Private Moscow (Private 15) - Page 40

“Or a target,” I conceded. “Either way, we’ve got to check anything out of the ordinary. Can you take me there?” I asked West.

He nodded.

“I’m going to put you in lockdown, sir,” Underwood said. “Until we know what’s going on.”

“Leonid, alert the Moscow police. Send them to Fisher’s home,” I told the former cop as I got to my feet. “Dinara, you’re coming with us.”

CHAPTER 43

THE PLACE STANK of alcohol, but it was only now that Ernie Fisher registered the full extent of the stench. He was turning over his own apartment, desperately searching for the key that would keep him alive.

You’ve become sloppy, he told himself. All your training, all your discipline lost at the bottom of a bottle.

He’d become a drunk. A functioning one, but a drunk nonetheless. He’d hidden it from the ambassador, but his day job wasn’t that demanding. Not compared to his real work, the task he’d spent decades preparing for.

He needed the key. The key he’d hidden years ago when he’d first come to Moscow and taken the grand tenth-floor apartment overlooking the river. It was the key he’d told himself he’d never need.

Ernie pulled books from his shelves. He’d amassed a collection of political history and theory, but had hardly read any of them. But books helped sell the image, and made people think he was a savvy political operator, a high-flying Ann Arbor alumnus who had his finger on the pulse. He tossed the heavy books on the Persian rug he’d bought in the Novopodrezkovo Market, and for the very first time, he saw it with a stranger’s eyes. It was covered in stains, tiny droplets spilled during his many vodka-infused rants against how unfair life was. The dark reckonings he held with himself in the early hours, when no one but the witches and wolves were around to hear.

You’re losing your mind, he told himself. Lost. Past tense, he thought.
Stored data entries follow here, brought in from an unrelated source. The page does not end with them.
import type { TitleFields } from '../schemas/evidence.ts';
import { stacked, type ColumnPart, type ColumnPen } from './column-part.ts';
import { lineMark, type Mark, type Measure } from './marks.ts';
import type { SheetLayout } from './paper-sizes.ts';
import { tableParts } from './rows-part.ts';
import { titlePart, type TitleBlock } from './title-part.ts';

/** Between the sides of a column and its words, and between a rule and what stands under it, in mm. */
const [PAD, GAP] = [4.6, 2.6];

/**
 * The pen that writes the column of a sheet.
 *
 * Units: mm. Valid: any layout. Source: [own].
 */
export function columnPen({ column, scale }: SheetLayout, measure: Measure): ColumnPen {
  return { width: column.right - column.left - 2 * PAD, scale, measure };
}

/**
 * The revision table.
 *
 * Units: mm. Valid: none where there is no revision. Source: iso-title-blocks-2004.
 */
export function revisionPart(pen: ColumnPen, { revisions }: TitleFields): ColumnPart[] {
  if (revisions.length === 0) return [];
  const columns = [
    { heading: 'Rev', share: 0.09 },
    { heading: 'Date', share: 0.22 },
    { heading: 'Change', share: 0.41 },
    { heading: 'By', share: 0.14 },
    { heading: 'Checked', share: 0.14 },
  ];
  const rows = revisions.map(({ revision, date, change, by, checked }) => [
    revision,
    date,
    change,
    by,
    checked,
  ]);
  return [stacked(tableParts(pen, 'Revisions', columns, rows))];
}

/**
 * What a column holds: parts that always stand in it, parts that stand in it as long as there is room, the
 * first before the others, and the title block at its foot.
 *
 * Units: none. Valid: what always stands in it fits. Source: [own].
 */
export type ColumnContent = {
  readonly always: readonly ColumnPart[];
  readonly asRoom: readonly ColumnPart[];
  readonly title: TitleBlock;
};

/**
 * The column of a sheet, with the parts that found no room in it.
 *
 * Units: mm. Valid: any content. Source: [own].
 */
export function columnMarks(
  layout: SheetLayout,
  pen: ColumnPen,
  { always, asRoom, title }: ColumnContent,
): { readonly marks: Mark[]; readonly left: readonly ColumnPart[] } {
  const { left, right, top, bottom } = layout.column;
  const foot = titlePart(pen, title, PAD);
  const rule = (y: number) => lineMark([[left, y], [right, y]], { ink: 'ink', width: 0.35 }); // prettier-ignore
  const footTop = bottom - foot.height - GAP;
  const marks: Mark[] = [rule(footTop), ...foot.marks([left + PAD, footTop + GAP])];
  let y = top;
  const put = (part: ColumnPart) => {
    if (y > top) marks.push(rule(y));
    marks.push(...part.marks([left + PAD, y + GAP]));
    y += part.height + 2 * GAP;
  };
  for (const part of always) put(part);
  const over = asRoom.filter((part) => {
    const fits = y + part.height + 2 * GAP <= footTop;
    if (fits) put(part);
    return !fits;
  });
  return { marks, left: over };
}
He turned from the shelves to an armoire he’d picked up in an antique store on Year 1905 Street. He pulled out the drawers and emptied the contents everywhere. He’d already wasted so much time and was getting desperate. He’d made a cursory search of the apartment and had given up, telling himself he could break into the safe without the key. But when he’d gone to his little bolthole, he’d found the safe impossible to crack and it had chewed up his drill. He’d returned to his apartment, convinced he’d be walking into the jaws of death, but he’d found nothing out of the ordinary, and had resumed his desperate search for the key.

He got on his hands and knees and rummaged through the contents of the drawers, but there was no sign of the key. Frantic, Ernie sat up, ran his fingers through his hair, and dragged them down his face.
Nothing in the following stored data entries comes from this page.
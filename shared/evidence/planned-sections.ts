import { axisLevelAt } from '../assessment/axis-level-at.ts';
import { boundingBox, type Box } from '../geometry/bounding-box.ts';
import type { PlanPoint } from '../geometry/point.ts';
import { MethodError } from '../method-error.ts';
import type { AlignmentDesign } from '../schemas/alignments.ts';
import type { DrawnLayout } from '../schemas/evidence.ts';
import type { LineOnGround } from './line-on-ground.ts';
import type { SheetLayout } from './paper-sizes.ts';

/**
 * The scales of a section: lengths at 1 : `denominator`, levels so many times larger, settlement so many
 * times larger than lengths.
 *
 * Units: none. Valid: made from a layout. Source: [own].
 */
export type SectionScales = {
  readonly denominator: number;
  readonly exaggeration: number;
  readonly settlementExaggeration: number;
};

/**
 * A stretch of the long section.
 *
 * Units: m of chainage. Valid: from before to. Source: [own].
 */
export type Stretch = { readonly from: number; readonly to: number };

/**
 * Sections that are to be drawn, one under the other and each `depth` of ground deep: stretches along the line,
 * or some across it.
 *
 * Units: m. Valid: made by `plannedSections`. Source: [own].
 */
export type PlannedSection = SectionScales & { readonly depth: number } & (
    | { readonly kind: 'long section'; readonly stretches: readonly Stretch[] }
    | {
        readonly kind: 'cross sections';
        readonly chainages: readonly number[];
        readonly halfWidth: number;
      }
  );

type Asked = Extract<DrawnLayout, { kind: 'sections' }>;

/**
 * What a section has over the ground, under its lowest level, to the left for its levels, and to the right for
 * settlement.
 *
 * Units: mm. Valid: read only. Source: [own].
 */
export const [ABOVE, BELOW, ASIDE, AFTER] = [31, 24, 22, 14] as const;

/**
 * How high a section is that shows so much of the ground.
 *
 * Units: depth m, height mm. Valid: any scales. Source: [own].
 */
export function sectionHeight({
  exaggeration,
  denominator,
  depth,
}: Pick<PlannedSection, 'exaggeration' | 'denominator' | 'depth'>): number {
  return (depth * exaggeration * 1000) / denominator + ABOVE + BELOW;
}

/** As many at a time as fit one under the other on a sheet. */
function bySheet<T>(
  asked: Asked,
  depth: number,
  { window }: SheetLayout,
  all: readonly T[],
): T[][] {
  const each = Math.floor((window.bottom - window.top) / sectionHeight({ ...asked, depth }));
  return Array.from({ length: Math.ceil(all.length / each) }, (_, k) =>
    all.slice(k * each, (k + 1) * each),
  );
}

/** From the ground to a little below the invert, the deepest at some chainages. */
function depthAt(
  { groundLevel, levels, diameter }: AlignmentDesign,
  chainages: readonly number[],
): number {
  const deepest = Math.min(...chainages.map((chainage) => axisLevelAt(levels, chainage)));
  return Math.max(groundLevel - deepest + diameter, diameter);
}

function refuseHigh(asked: Asked, depth: number, { window }: SheetLayout): void {
  if (sectionHeight({ ...asked, depth }) <= window.bottom - window.top) return;
  const message =
    'The section is higher than the sheet. Take a smaller exaggeration, scale or a larger paper.';
  throw new MethodError('outside-range', message, 'exaggeration');
}

function longSections(
  asked: Asked,
  line: LineOnGround,
  layout: SheetLayout,
  design: AlignmentDesign,
): PlannedSection[] {
  const { denominator, exaggeration, settlementExaggeration } = asked;
  const stations = [0, line.length, ...design.levels.map(({ chainage }) => chainage)];
  const depth = depthAt(design, stations);
  refuseHigh(asked, depth, layout);
  const { left, right } = layout.window;
  const each = ((right - left - ASIDE - AFTER) * denominator) / 1000;
  const stretches = Array.from({ length: Math.ceil(line.length / each) }, (_, k) => ({
    ...{ from: k * each, to: Math.min(line.length, (k + 1) * each) },
  }));
  return bySheet(asked, depth, layout, stretches).map((some) => ({
    ...{ kind: 'long section', denominator, exaggeration, settlementExaggeration },
    ...{ depth, stretches: some },
  }));
}

function crossSections(
  asked: Asked,
  line: LineOnGround,
  layout: SheetLayout,
  design: AlignmentDesign,
): PlannedSection[] {
  const { denominator, exaggeration, settlementExaggeration, halfWidth, across } = asked;
  const { left, right } = layout.window;
  if ((2 * halfWidth * 1000) / denominator > right - left - ASIDE - AFTER) {
    const message =
      'The sections are wider than the sheet. Look less far to either side, or take a smaller scale.';
    throw new MethodError('outside-range', message, 'halfWidth');
  }
  const beyond = across.find((chainage) => chainage > line.length);
  if (beyond !== undefined) {
    const message = `The line ends before chainage ${beyond} m.`;
    throw new MethodError('outside-range', message, 'across');
  }
  if (across.length === 0) return [];
  const depth = depthAt(design, across);
  refuseHigh(asked, depth, layout);
  return bySheet(asked, depth, layout, across).map((chainages) => ({
    ...{ kind: 'cross sections', denominator, exaggeration, settlementExaggeration },
    ...{ depth, chainages, halfWidth },
  }));
}

/**
 * The sheets of sections of a layout.
 *
 * Units: as DrawnLayout. Valid: throws `outside-range` with the field to change where a section is wider or
 * higher than the paper, beyond the line, or where none is asked for. Source: [own].
 */
export function plannedSections(
  asked: Asked,
  line: LineOnGround,
  layout: SheetLayout,
  design: AlignmentDesign,
): PlannedSection[] {
  if (!asked.isLong && asked.across.length === 0) {
    throw new MethodError(
      'outside-range',
      'Ask for the long section or for sections at some chainages.',
      'across',
    );
  }
  return [
    ...(asked.isLong ? longSections(asked, line, layout, design) : []),
    ...crossSections(asked, line, layout, design),
  ];
}

/** So far round a section the ground is sought: one along the grid has a box of no width. */
const AROUND = 1;

function pointsOf(planned: PlannedSection, line: LineOnGround): PlanPoint[] {
  if (planned.kind === 'long section') {
    return planned.stretches.flatMap(({ from, to }) => line.between(from, to));
  }
  const { chainages, halfWidth } = planned;
  return chainages.flatMap((chainage): PlanPoint[] => {
    const [[e, n], [dx, dy]] = [line.pointAt(chainage), line.directionAt(chainage)];
    return [
      [e - halfWidth * dy, n + halfWidth * dx],
      [e + halfWidth * dy, n - halfWidth * dx],
    ];
  });
}

/**
 * The ground that sections show, so that the buildings on it can be sought.
 *
 * Units: m. Valid: any section of the line. Source: [own].
 */
export function boxOfSection(planned: PlannedSection, line: LineOnGround): Box {
  const { west, south, east, north } = boundingBox(pointsOf(planned, line));
  return { west: west - AROUND, south: south - AROUND, east: east + AROUND, north: north + AROUND };
}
“I wasn’t expecting to find you so easily,” a voice said in English.

The words were like nails on a chalkboard and sent a shiver down Ernie’s spine. He turned to face the speaker, and that’s when he caught sight of it. A flash of brass, the key taped to the underside of one of the compartments that housed the drawers. His heart leaped. That’s where he’d put it all those years ago. He could escape. If he could just get past death’s messenger, he could flee.

The man standing in the doorway wore the dark green urban combat uniform of Russian Special Forces. It was common to see such soldiers around Federation House, but what was uncommon was the ski mask covering his face and the tactical vest protecting his torso. Ernie was surprised not to see a gun in the man’s hand. Instead, he caught the glint of piano wire looped at either end around the man’s gloved hands.

Ernie slowly got to his feet. This man was a trained killer, but so was he.

Older, out of shape, and carrying the weight of drunkenness, he thought.

He was dead either way, but if he fought, at least he’d have a chance, and it was better to die with hope.

“I thought you would have run,” the masked man said. “But then, according to our intelligence reports, you have become ineffective. Careless.”

Ernie felt the embers of pride flare. He was many things, but he wasn’t careless.

You missed your chance to escape because you forgot where you hid the key, he told himself. You’re a drunk. That’s as careless as it gets.

He flushed with embarrassment.

“Will the Ninety-nine claim credit for me?” he asked.

The masked man shook his head. “You are no billionaire, Mr…. What shall we call you?”

“Fisher,” Ernie said.

“Fisher,” the masked man sneered. “You will just be another statistic. A miserable drunk who took his own life. No credit will be claimed.”

The embers of pride rose into a fire of indignation. He would not die here in his own apartment at the hands of this arrogant man.

Ernie rushed at the masked man and launched a side kick at his ribs, but his leg was too slow, and his opponent stepped in and wrapped the piano wire around Ernie’s neck. He tried to get a hand between the coils, but he wasn’t fast enough, and the metal snapped tight and bit into his Adam’s apple. The pain was excruciating, and Ernie fought it with everything he had. His arms and legs flailed wildly, but they found no purchase and slowly the pain gave way to numb realization.

There was a noise in the distance. Raised voices and a crash, but the sounds must have been from the memory of a dream, because nothing in Ernie’s reality changed, and a moment later his world turned completely dark.